Outputting the plurality of biometric analysis task outputs and the living body task output.

2. The method of claim 1, further comprising a device, wherein the device operates the device based on output from the deep neural network according to the selected biometric analysis task.

3. The method of claim 1, wherein a plurality of segmented mask outputs from one or more segmented mask neural networks are stored in one or more memories to determine a time-segmented mask output based on a sequence of frames of video data.

4. The method of claim 1, wherein the plurality of biometric analysis tasks includes biometric identification, living body determination, drowsiness determination, gaze determination, gesture determination, and facial feature segmentation.

5. The method of claim 1, wherein the common feature extraction neural network comprises a plurality of convolutional layers.

6. The method of claim 1, wherein the plurality of biometric task-specific neural networks comprises a plurality of fully connected layers.
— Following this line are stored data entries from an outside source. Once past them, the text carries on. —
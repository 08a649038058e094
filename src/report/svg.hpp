#pragma once
// Small building blocks for the inline SVG charts of report.html: text
// escaping, coordinates, axis ticks, linear scales and the method styles
// (colour, dash pattern and marker shape, so colour is never the only cue).
#include <cstddef>
#include <string>
#include <string_view>
#include <vector>

namespace gapmark::svg {

/// Escapes & < > " ' for HTML text and attribute values.
std::string escape(std::string_view text);
/// Escapes `text` and sets each `name` in backticks (as the verdict's
/// sentences, written for Markdown and the terminal, mark names) as
/// <code>name</code>; an unpaired backtick stays as it is.
std::string escape_with_code(std::string_view text);
/// A coordinate with at most two decimals ("12.5", "-3").
std::string coord(double v);
/// About `target` round tick values (1, 2, 5 x 10^k steps) covering [lo, hi].
std::vector<double> nice_ticks(double lo, double hi, int target = 5);
/// A tick label with up to 4 significant digits.
std::string tick_label(double v);

/// Maps [d0, d1] onto [r0, r1].
struct Scale {
  double d0 = 0, d1 = 1, r0 = 0, r1 = 1;
  double operator()(double v) const { return d1 == d0 ? (r0 + r1) / 2 : r0 + (v - d0) / (d1 - d0) * (r1 - r0); }
};

/// How one method is drawn. Styles 0..kStyles-1 are distinct in colour,
/// lightness, dash pattern and marker; any other index is a neutral grey.
struct Style {
  std::string colour;
  std::string dash;    ///< stroke-dasharray, "" = solid
  std::string marker;  ///< "circle", "square", "triangle", "diamond", "plus", "ring"
};
inline constexpr std::size_t kStyles = 6;
Style style(std::size_t index);

/// A marker of `style` centred at (x, y).
std::string marker(const Style& s, double x, double y, double size = 4);
/// A short legend sample (line and marker) as a standalone inline SVG.
std::string legend_swatch(const Style& s);
/// A polyline through points; NaN y values break it into pieces.
std::string polyline(const std::vector<double>& xs, const std::vector<double>& ys, const Style& s,
                     double width = 2);

/// Neutral colours of the page.
inline constexpr const char* kInk = "#2d3338";       ///< text, truth line
inline constexpr const char* kGrid = "#e3e6e8";      ///< grid lines
inline constexpr const char* kAxis = "#8a9399";      ///< axis lines and ticks
inline constexpr const char* kShade = "#efe6d3";     ///< masked stretches

}  // namespace gapmark::svg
7. The method of claim 1, wherein the plurality of segmented mask neural networks comprise a plurality of fully connected layers.

8. The method of claim 1, wherein the expert pooled neural network comprises a plurality of fully connected layers.

9. The method of claim 1, further comprising training the deep neural network by:

determining a plurality of loss functions for the plurality of biometric analysis task outputs and the living task output based on ground truth;

combining the plurality of loss functions to determine a joint loss function; and

the loss function and the joint loss function are back propagated through the deep neural network to output a set of weights.

10. The method of claim 9, wherein the plurality of biometric analysis task outputs and the living task output are input to a plurality of SoftMax functions before being input to the plurality of loss functions.

11. The method of claim 9, wherein during training, one or more outputs from the plurality of biometric task-specific neural networks and the in-vivo task output are set to zero.

12. The method of claim 1, wherein the deep neural network is configured to include the common feature extraction network and a subset of the biometric task-specific neural networks during inference based on a selected biometric analysis task.

13. The method of claim 1, wherein the deep neural network is trained based on a loss function determined from sparse classification cross entropy statistics.

14. The method of claim 1, wherein the deep neural network is trained based on a loss function determined from mean square error statistics.

15. A system comprising a computer programmed to perform the method of any one of claims 1 to 14.